**What this task involves**
Among the records that follow, set down only the lines from the one containing "def test_minus_zero_is_written_as_zero() ->" to the one containing "def test_a_time_is_written_in_utc() ->", both included, exactly.

Extracted data entries
::::::::::
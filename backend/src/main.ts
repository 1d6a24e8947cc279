import { type NestFastifyApplication } from '@nestjs/platform-fastify';
import type { OpeningService } from './auth/opening.service.js';
import { folderProblem } from './database/storage-problem.js';
import { loadSettings, type Settings, SettingsError } from './settings/settings.js';

/** Leaves with a plain sentence and without a stack trace. */
function leave(message: string): never {
  process.stderr.write(`${message}\n`);
  process.exit(1);
}

function readSettings(): Settings {
  try {
    return loadSettings(process.env);
  } catch (error) {
    if (error instanceof SettingsError) leave(error.message);
    throw error;
  }
}

function listenProblem(error: unknown, { host, port }: Settings): string | null {
  const code = error instanceof Error && 'code' in error ? error.code : '';
  if (code === 'EADDRINUSE') {
    return `Port ${port} on ${host} is in use. Stop the program that uses it, or set PORT to another number.`;
  }
  if (code === 'EACCES' && port < 1024) return `Port ${port} needs more rights. Set PORT to 1024 or more.`;
  if (code === 'EADDRNOTAVAIL' || code === 'ENOTFOUND') {
    return `HOST is ${host}, which is no address of this machine. Use 127.0.0.1.`;
  }
  return null;
}

async function announce(
  app: NestFastifyApplication,
  settings: Settings,
  opening: OpeningService,
): Promise<void> {
  const address = app.getHttpServer().address();
  const port = typeof address === 'object' && address !== null ? address.port : settings.port;
  const host = settings.host.includes(':') ? `[${settings.host}]` : settings.host;
  const base = settings.publicUrl ?? `http://${host}:${port}`;
  process.stdout.write(`Stageyard listens at ${base}${settings.demo ? ' (demo mode)' : ''}\n`);
  const path = await opening.firstAdminPath();
  if (path === null) return;
  process.stdout.write(
    `Nobody can sign in yet. Open this link once to become administrator:\n${base}${path}\n`,
  );
}

/** Ctrl-C under npm arrives twice, from the terminal and from npm: signals this close together are one. */
const ONE_SIGNAL_MS = 1_000;

/** Takes no more requests, lets running ones and queued writes finish, then leaves; a later signal leaves at once. */
function endOnSignals(app: NestFastifyApplication): void {
  let since: number | null = null;
  const end = () => {
    if (since !== null) {
      if (performance.now() - since > ONE_SIGNAL_MS) process.exit(1);
      return;
    }
    since = performance.now();
    app.close().then(
      () => process.exit(0),
      (error: unknown) => leave(`Stageyard did not close cleanly: ${String(error)}`),
    );
  };
  for (const signal of ['SIGTERM', 'SIGINT'] as const) process.on(signal, end);
}

const settings = readSettings();
// Read only now, so that bad settings are told of at once.
const { createApp } = await import('./app.js');
const { OpeningService: Opening } = await import('./auth/opening.service.js');
const app = await createApp(settings).catch((error: unknown) =>
  leave(
    folderProblem(error, settings.dataDir) ??
      `Stageyard cannot start: ${error instanceof Error ? error.message : String(error)}`,
  ),
);
endOnSignals(app);
try {
  await app.listen({ host: settings.host, port: settings.port });
} catch (error) {
  await app.close();
  leave(listenProblem(error, settings) ?? `Stageyard cannot listen: ${String(error)}`);
}
await announce(app, settings, app.get(Opening));
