class TestPrimitiveCycles:
    def test_are_the_published_rational_cycles(self):
        """n/d runs through the rational cycles of 3x+1; the word 0 is outside of every cell."""
        found = {}
        for row in primitive_cycles(3, range(1, 9)):
            word = Map(3, row.offset).parity_word(row.least, row.length)
            largest = max(rotations(word))
            determinant = 2**row.length - 3**row.odd
            found.setdefault(row.length, set()).add(Fraction(beta(largest, 3), determinant))
        found[1].add(Fraction(0))
        published = [Fraction(n, d) for n, d in zip(NUMERATORS, DENOMINATORS, strict=True)]
        start = 0
        for length in range(1, 8):
            count = len(found[length])
            assert set(published[start : start + count]) == found[length]
            start += count
        assert set(published[start:]) < found[8]
        assert len(found[8]) == 30

    @pytest.mark.parametrize("length", OFFSETS_BY_LENGTH)
    def test_belong_to_the_published_offsets(self, length):
        counts = {}
        for odd in range(1, length + 1):
            for offset, count in offset_counts(3, length, odd).items():
                counts[offset] = counts.get(offset, 0) + count
        assert dict(sorted(counts.items())) == OFFSETS_BY_LENGTH[length]

    def test_number_one_for_each_lyndon_word(self):
        """Sums over the odd counts, less the word 0 of length 1. Source: OEIS A001037."""
        published = [2, 1, 2, 3, 6, 9, 18, 30, 56, 99, 186, 335, 630, 1161, 2182, 4080]
        for length, expected in enumerate(published, start=1):
            total = sum(sum(offset_counts(5, length, odd).values()) for odd in range(1, length + 1))
            assert total == expected - (length == 1)

    def test_least_offset_of_each_length_is_the_published_one(self, small_offsets):
        for length, expected in zip(range(2, 25), LEAST_OFFSETS, strict=False):
            offsets = [row.offset for row in small_offsets if row.length == length and row.offset > 0]
            assert min(offsets) == expected

    @pytest.mark.parametrize("offset", PUBLISHED)
    def test_of_an_offset_are_the_published_ones(self, small_offsets, offset):
        found = [(row.least, row.length, row.odd) for row in small_offsets if row.offset == offset]
        assert sorted(found) == sorted(PUBLISHED[offset])

    def test_pass_iteration_and_are_primitive(self, small_offsets):
        for row in small_offsets:
            cycle = Cycle(3, row.offset, row.least, row.length)
            assert cycle.is_primitive
            assert cycle.odd == row.odd

    @pytest.mark.parametrize("multiplier", [3, 5, 7, 15])
    def test_up_to_a_bound_are_those_of_all_offsets_cut_there(self, multiplier):
        everything = list(primitive_cycles(multiplier, range(1, 15)))
        for most in (1, 30, 1000):
            cut = list(primitive_cycles(multiplier, range(1, 15), offsets_at_most=most))
            assert sorted(cut) == sorted(row for row in everything if abs(row.offset) <= most)

    def test_of_all_shares_are_all(self):
        shares = [primitive_cycles(3, range(1, 15), None, 1000, Share(i, 3)) for i in range(3)]
        whole = list(primitive_cycles(3, range(1, 15), None, 1000))
        assert sorted(row for rows in shares for row in rows) == sorted(whole)

    def test_can_be_limited_to_some_odd_counts(self):
        rows = list(primitive_cycles(3, [8, 11], [5, 7, 9]))
        assert {(row.length, row.odd) for row in rows} == {(8, 5), (8, 7), (11, 5), (11, 7), (11, 9)}

    def test_come_as_a_stream(self):
        """The first of 2.5·10^12 words of length 50 arrives without a wait for the last."""
        first = next(primitive_cycles(3, [50], [25]))
        assert (first.length, first.odd) == (50, 25)
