"""Dataclasses become JSON that says the same, to the last bit."""

from __future__ import annotations

import json
import math
import struct
from dataclasses import replace
from datetime import UTC, datetime, timedelta, timezone
from typing import Any

import pytest
from hypothesis import given
from hypothesis import strategies as st

from service.analysis.plant import TransferFunction
from service.documents.reading import read
from service.documents.recomputations import RecomputationAnswer, RecomputationRequest, answer
from service.documents.strict_json import parse
from service.documents.writing import plain, to_bytes
from tests.documents.requests import REQUEST, accepted, changed

FLOATS = st.floats(allow_nan=False, allow_infinity=False).map(lambda number: number + 0.0)


def bits(numbers: tuple[float, ...]) -> list[bytes]:
    return [struct.pack(">d", number) for number in numbers]


def answered(document: dict[str, Any] = REQUEST) -> dict[str, Any]:
    told = json.loads(to_bytes(answer(accepted(document))))
    assert isinstance(told, dict)
    return told


@given(st.lists(FLOATS, min_size=1, max_size=21))
def test_the_bits_of_a_plant_come_back_from_json(numbers: list[float]) -> None:
    sent = TransferFunction(
        kind="transfer_function",
        numerator=(1.0,),
        denominator=(*numbers[:20], 1.0),
        gain_basis="percent_of_range",
    )
    request = replace(accepted(REQUEST), plant_model=sent)
    received = read(RecomputationRequest, to_bytes(request)).plant_model
    assert isinstance(received, TransferFunction)
    assert bits(received.denominator) == bits(sent.denominator)


def test_a_request_comes_back_from_json_as_it_was() -> None:
    request = accepted(REQUEST)
    assert read(RecomputationRequest, to_bytes(request)) == request


def test_minus_zero_is_written_as_zero() -> None:
    assert to_bytes([-0.0]) == b"[0.0]"


@pytest.mark.parametrize("number", [math.nan, math.inf, -math.inf])
def test_what_is_no_finite_number_is_never_written(number: float) -> None:
    with pytest.raises(ValueError):
        to_bytes([number])


def test_what_has_no_place_in_a_document_is_never_written() -> None:
    with pytest.raises(TypeError, match="set"):
        plain({"a": {1}})


def test_a_time_is_written_in_utc() -> None:
    moment = datetime(2026, 3, 1, 1, 30, tzinfo=timezone(timedelta(hours=2)))
    assert plain(moment) == "2026-02-28T23:30:00Z"


def test_a_time_in_utc_is_read_back() -> None:
    moment = datetime(2026, 3, 1, 1, 30, 0, 250000, tzinfo=UTC)
    assert datetime.fromisoformat(str(plain(moment))) == moment


def test_an_answer_has_the_parts_of_the_interface() -> None:
    # interface, section 4, with the further fields facts and not_computed
    assert list(answered()) == [
        "verdict",
        "judged_on",
        "continuous",
        "sampled",
        "worst_case",
        "loop_type",
        "equivalent_gains",
        "findings",
        "claims",
        "engine",
        "facts",
        "not_computed",
    ]


def test_an_analysis_has_the_parts_of_the_interface() -> None:
    parts = {"stability", "margins", "setpoint_step", "load_step", "noise", "crossovers", "notes"}
    assert set(answered()["continuous"]) == parts


def test_curves_are_sent_where_they_are_asked_for() -> None:
    assert set(answered(changed("/include", ["curves"]))["curves"]) == {
        "setpoint",
        "load",
        "frequency",
        "root_loci",
    }


def test_a_term_that_a_controller_does_not_have_is_left_out_of_its_equivalents() -> None:
    controller = {"form": "ideal", "action": "reverse", "proportional": {"value": 2, "unit": "gain"}}
    ideal = answered(changed("/controller", controller))["equivalent_gains"][0]
    assert list(ideal["controller"]) == ["proportional"]


def test_an_answer_comes_back_from_json_as_it_was() -> None:
    request = changed("/criteria", {"gain_margin_min": 2})
    request["claims"] = {"gain_margin": 3.0, "gain_reduction_margin": "unbounded"}
    request["include"] = ["curves"]
    found = answer(accepted(request))
    assert read(RecomputationAnswer, to_bytes(found)) == found


def test_the_answer_on_an_unstable_loop_comes_back_from_json_as_it_was() -> None:
    found = answer(accepted(changed("/controller/action", "direct")))
    assert read(RecomputationAnswer, to_bytes(found)) == found


def test_an_indented_answer_says_the_same() -> None:
    found = answer(accepted(REQUEST))
    assert parse(to_bytes(found, indent=2)) == parse(to_bytes(found))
::::::::::
**Output of the task**
def test_minus_zero_is_written_as_zero() -> None:
    assert to_bytes([-0.0]) == b"[0.0]"


@pytest.mark.parametrize("number", [math.nan, math.inf, -math.inf])
def test_what_is_no_finite_number_is_never_written(number: float) -> None:
    with pytest.raises(ValueError):
        to_bytes([number])


def test_what_has_no_place_in_a_document_is_never_written() -> None:
    with pytest.raises(TypeError, match="set"):
        plain({"a": {1}})


def test_a_time_is_written_in_utc() -> None:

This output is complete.